Nigeria’s foreign reserves rose for the first time in eleven months after shedding about $11.25 billion, the latest figures from the Central Bank of Nigeria (CBN) have shown.
The reserves climbed from $33.44 billion to $33.89 billion in the 7-day period between 28th April and 5th May, the CBN data noted.
They had recorded a consistent fall since 11th June 2019, when they reached a high of $45.17 billion.
Godwin Emefiele, the CBN chief, had stated at the last Monetary Policy Committee meeting of the CBN that the committee observed the weakened revenue position of the Nigerian government, stemming from the steep fall in oil prices.
He emphasised the imperative of government reducing its reliance on oil money by diversifying the economy and boosting tax collection.
Nigeria derives 90% of its foreign exchange earnings from oil and gas while around 65% of government revenues come from the same source.

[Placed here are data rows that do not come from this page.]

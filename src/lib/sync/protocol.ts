/**
 * The sync contract shared by the server and the browser (DESIGN §5): the closed entity list,
 * the shapes of a push (ops and their results) and of a pull (changes), as zod schemas with
 * their inferred types. Pure and isomorphic: zod and uuid only.
 */
import { validate, version } from 'uuid';
import { z } from 'zod';

/** Entities that accept `create`, `patch` and `delete` (a tombstone). */
export const MUTABLE_ENTITIES = [
	'customer',
	'vehicle',
	'job',
	'test',
	'component',
	'sheet',
	'quote'
] as const;
/** Entities that accept only `create`: once written they are kept as they are. */
export const APPEND_ONLY = [
	'reading',
	'signoff',
	'swap_test',
	'photo',
	'spark_test',
	'photo_mark',
	'circuit_test'
] as const;
/** The closed list of entities that can travel through sync. */
export const ENTITIES = [...MUTABLE_ENTITIES, ...APPEND_ONLY] as const;

/** One of `ENTITIES`. */
export type Entity = (typeof ENTITIES)[number];
/** One of `APPEND_ONLY`. */
export type AppendOnlyEntity = (typeof APPEND_ONLY)[number];

/** True for the entities whose records may only be created, never patched nor deleted. */
export function isAppendOnly(entity: Entity): entity is AppendOnlyEntity {
	return (APPEND_ONLY as readonly string[]).includes(entity);
}

/** At most this many ops in one push (more is a 413, checked before parsing). */
export const MAX_OPS = 1000;
/** At most this many bytes in one push body, 1 MiB (more is a 413, checked before parsing). */
export const MAX_BODY_BYTES = 1024 * 1024;
/**
 * Ops a device sends per push (it halves the batch after a 413). Each push costs the server
 * a session check, a transaction and a few lookups whatever its size, so a phone back on the
 * workshop's network sends its readings in a few large pushes, not many small ones.
 */
export const PUSH_BATCH = 500;
/** Pull page size when the query gives none. */
export const DEFAULT_PULL_LIMIT = 500;
/** The largest pull page a query may ask for. */
export const MAX_PULL_LIMIT = 1000;
/** The largest page of a version-2 pull (a snapshot's pages are large and few). */
export const MAX_PULL_LIMIT_V2 = 5000;
/**
 * The page a phone asks for (version 2): the largest there is. A round trip on a driveway's
 * mobile signal costs more than the server's work on a page, and a technician's first sync
 * then fits in one or two (about 4.4 MB of JSON for 5,000 readings, some 120 KB compressed
 * for the bench's; `npm run bench:pull`).
 */
export const PHONE_PULL_LIMIT = MAX_PULL_LIMIT_V2;

/** True when `id` is a UUID whose version nibble is 7 (the ids devices make, sortable by time). */
export function isUuidV7(id: string): boolean {
	return validate(id) && version(id) === 7;
}

/** Any RFC 9562 UUID, normalised to lower case (MariaDB returns lower case). */
export const uuidSchema = z.uuid().transform((s) => s.toLowerCase());
/** A UUIDv7, as every id made on a device must be; normalised to lower case. */
export const uuidV7Schema = z
	.string()
	.refine(isUuidV7, 'Expected a UUIDv7 made on the device')
	.transform((s) => s.toLowerCase());

/**
 * Names no op may set: the server owns them. Field names otherwise start with a letter and
 * use letters, digits and `_` (this also keeps `__proto__` out of every record).
 */
export const RESERVED_FIELDS = [
	'id',
	'workshopId',
	'version',
	'fieldVersions',
	'fieldWriters',
	'deletedAt',
	'createdBy',
	'updatedBy',
	'deviceId',
	'deviceTime'
] as const;

const fieldName = z
	.string()
	.regex(/^[A-Za-z][A-Za-z0-9_]{0,63}$/, 'Field names are letters, digits and _')
	.refine(
		(k) => !(RESERVED_FIELDS as readonly string[]).includes(k),
		'This field is set by the server'
	);

/** An entity name from the closed list. */
export const entitySchema = z.enum(ENTITIES);
/** What an op does to its record. */
export const opKindSchema = z.enum(['create', 'patch', 'delete']);

/**
 * One operation from a device's outbox. Invariants: `opId` is a UUIDv7 and unique per op;
 * a create has `baseVersion` 0 and a UUIDv7 `entityId`; a patch changes at least one field;
 * a delete's `fields` are ignored (may be empty). `deviceTime` is for display only.
 */
export const opSchema = z
	.object({
		opId: uuidV7Schema,
		entity: entitySchema,
		entityId: uuidSchema,
		kind: opKindSchema,
		baseVersion: z.number().int().min(0),
		fields: z.record(fieldName, z.unknown()),
		deviceTime: z.iso.datetime({ offset: true })
	})
	.superRefine((op, ctx) => {
		if (op.kind === 'create' && op.baseVersion !== 0)
			ctx.addIssue({
				code: 'custom',
				path: ['baseVersion'],
				message: 'A create has baseVersion 0'
			});
		if (op.kind === 'create' && !isUuidV7(op.entityId))
			ctx.addIssue({ code: 'custom', path: ['entityId'], message: 'A new id must be a UUIDv7' });
		if (op.kind === 'patch' && Object.keys(op.fields).length === 0)
			ctx.addIssue({
				code: 'custom',
				path: ['fields'],
				message: 'A patch changes at least one field'
			});
	});

/** `POST /api/sync/push` body: 1 to `MAX_OPS` ops from one device, applied in order. */
export const pushBodySchema = z.object({
	deviceId: z.string().min(1).max(64),
	ops: z.array(opSchema).min(1).max(MAX_OPS)
});

/** A parsed op (ids lower-cased). */
export type Op = z.output<typeof opSchema>;
/** `create`, `patch` or `delete`. */
export type OpKind = z.output<typeof opKindSchema>;
/** A parsed push body. */
export type PushBody = z.output<typeof pushBodySchema>;

/**
 * Why an op was rejected (or, for `stale_delete`, why a delete became a conflict):
 * `id_conflict` a create for an existing id with other fields; `not_found` no such record
 * (or another workshop's, or a patch of a deleted record); `forbidden` the role may not;
 * `invalid` the fields fail the entity's own schema; `append_only` a patch or delete of an
 * append-only entity; `stale_delete` (with status `conflict`) a delete against changes made
 * since by another device: the record is kept; `base_ahead` a baseVersion the server never
 * wrote; `server_error` a transient failure: not stored in the ledger, so a retry may apply.
 */
export const REASONS = [
	'id_conflict',
	'not_found',
	'forbidden',
	'invalid',
	'append_only',
	'stale_delete',
	'base_ahead',
	'server_error'
] as const;
/** A reason code from `REASONS`. */
export const reasonSchema = z.enum(REASONS);
/** One of `REASONS`. */
export type Reason = z.output<typeof reasonSchema>;

/** The answers an op can get (see `resultSchema`). */
export const STATUSES = ['applied', 'duplicate', 'merged', 'conflict', 'rejected'] as const;
/** A status from `STATUSES`. */
export const statusSchema = z.enum(STATUSES);
/** One of `STATUSES`. */
export type Status = z.output<typeof statusSchema>;

/**
 * The answer for one op, in the order sent. Invariants: `applied`, `merged` and `conflict`
 * carry the record's `version` after the op; `conflict` carries a `conflictId`; `rejected`
 * carries a `reason`; `duplicate` repeats the first answer's fields with its status in
 * `firstStatus` (nothing changed the second time).
 */
export const resultSchema = z
	.object({
		opId: uuidSchema,
		status: statusSchema,
		firstStatus: statusSchema.exclude(['duplicate']).optional(),
		version: z.number().int().min(0).optional(),
		conflictId: uuidSchema.optional(),
		reason: reasonSchema.optional(),
		/** Why, in words, for a rejection the technician should understand. */
		message: z.string().max(500).optional()
	})
	.superRefine((r, ctx) => {
		const status = r.status === 'duplicate' ? r.firstStatus : r.status;
		const need = (ok: boolean, path: string, message: string) =>
			ok || ctx.addIssue({ code: 'custom', path: [path], message });
		need(
			r.status !== 'duplicate' || !!r.firstStatus,
			'firstStatus',
			'A duplicate names the first status'
		);
		need(status !== 'rejected' || !!r.reason, 'reason', 'A rejection has a reason');
		need(status !== 'conflict' || !!r.conflictId, 'conflictId', 'A conflict has an id');
		need(
			status === 'rejected' || r.version !== undefined,
			'version',
			'An accepted op has a version'
		);
	});
/** `POST /api/sync/push` answer: one result per op, in the order sent. */
export const pushResponseSchema = z.object({ results: z.array(resultSchema) });

/** The answer for one op. */
export type PushResult = z.output<typeof resultSchema>;
/** The push answer. */
export type PushResponse = z.output<typeof pushResponseSchema>;

/**
 * One row of the per-workshop change feed. `seq` is strictly increasing per workshop;
 * an `upsert` carries the record; `delete` may carry the tombstone; `evict` carries none.
 */
export const changeSchema = z
	.object({
		seq: z.number().int().min(1),
		entity: entitySchema,
		entityId: uuidSchema,
		version: z.number().int().min(0),
		op: z.enum(['upsert', 'delete', 'evict']),
		record: z.record(z.string(), z.unknown()).nullable()
	})
	.refine((c) => c.op !== 'upsert' || c.record !== null, {
		path: ['record'],
		message: 'An upsert carries the record'
	});
/**
 * `GET /api/sync/pull` answer: changes after the cursor, the new cursor, and whether more
 * wait. Version 2 adds `snapshot` (the token of the snapshot's next page), `reset` (on a
 * snapshot's first page: what the phone holds from before is replaced) and `keep` (on the
 * last page: the ids of the jobs in scope; the phone drops the others).
 */
export const pullResponseSchema = z.object({
	changes: z.array(changeSchema),
	cursor: z.number().int().min(0),
	more: z.boolean(),
	snapshot: z.string().max(80).optional(),
	reset: z.literal(true).optional(),
	keep: z.array(uuidSchema).optional()
});

/** One change-feed row. */
export type Change = z.output<typeof changeSchema>;
/** One pull page. */
export type PullResponse = z.output<typeof pullResponseSchema>;

const digits = (name: string) => z.string().regex(/^\d{1,15}$/, `${name} must be a whole number`);

/**
 * Pull query: `cursor` a non-negative integer (default 0), `limit` 1..1000 (default 500);
 * `v=2` the snapshot protocol (limit up to 5000), `snapshot` its token.
 */
export const pullQuerySchema = z
	.object({
		cursor: digits('cursor').default('0').transform(Number),
		limit: digits('limit').default(String(DEFAULT_PULL_LIMIT)).transform(Number),
		v: z.enum(['1', '2']).default('1').transform(Number),
		snapshot: z
			.string()
			.regex(/^\d{1,15}\.\d{1,3}\.[0-9a-f-]{0,36}$/, 'Not a snapshot token')
			.optional()
	})
	.superRefine((q, ctx) => {
		const max = q.v === 2 ? MAX_PULL_LIMIT_V2 : MAX_PULL_LIMIT;
		if (q.limit < 1 || q.limit > max)
			ctx.addIssue({ code: 'custom', path: ['limit'], message: `limit must be 1 to ${max}` });
		if (q.snapshot && q.v !== 2)
			ctx.addIssue({ code: 'custom', path: ['snapshot'], message: 'A snapshot needs v=2' });
	});
/** A parsed pull query: whole numbers, `limit` within 1..`MAX_PULL_LIMIT` (v2: `MAX_PULL_LIMIT_V2`). */
export type PullQuery = z.output<typeof pullQuerySchema>;

/** Parse `?cursor=&limit=&v=&snapshot=`; an absent parameter takes its default, an empty one is invalid. */
export function parsePullQuery(params: URLSearchParams) {
	return pullQuerySchema.safeParse({
		cursor: params.get('cursor') ?? undefined,
		limit: params.get('limit') ?? undefined,
		v: params.get('v') ?? undefined,
		snapshot: params.get('snapshot') ?? undefined
	});
}

/** A zod path as the dotted name a 400 shows, e.g. `['ops', 3, 'entityId']` → `ops.3.entityId`. */
export function formatZodPath(path: readonly PropertyKey[]): string {
	return path.map((p) => (typeof p === 'symbol' ? (p.description ?? '?') : String(p))).join('.');
}

/** The first problem of a failed parse, naming its field (`_` for the body itself). */
export function describeFirstIssue(error: z.ZodError): { field: string; message: string } {
	const issue = error.issues[0];
	return { field: formatZodPath(issue?.path ?? []) || '_', message: issue?.message ?? 'Invalid' };
}

/** True when a parsed JSON body holds more than `MAX_OPS` ops (a 413 before schema checks). */
export function hasTooManyOps(body: unknown): boolean {
	const ops = (body as { ops?: unknown } | null)?.ops;
	return Array.isArray(ops) && ops.length > MAX_OPS;
}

The International Monetary Fund (IMF) said drop in international oil prices and fallen global fuel demand had jointly weakened Nigeria’s fiscal position and made it vulnerable to external shocks.
According to the IMF, Nigeria’s oil exports are expected to plunge by $26 billion this year while its economy is projected to contract by 3.4%, a 6-percentage point drop relative to pre-COVID-19 estimates.
“With the decline in economic activity, large fiscal and external financing gaps have emerged. Our baseline scenario is uncertain and subject to heightened risks.
“These are mostly linked to a further collapse in oil revenue—due to persistent low oil prices, an inability to sell oil because of depressed global demand, or declining production because of additional OPEC-agreed cuts,” said the IMF.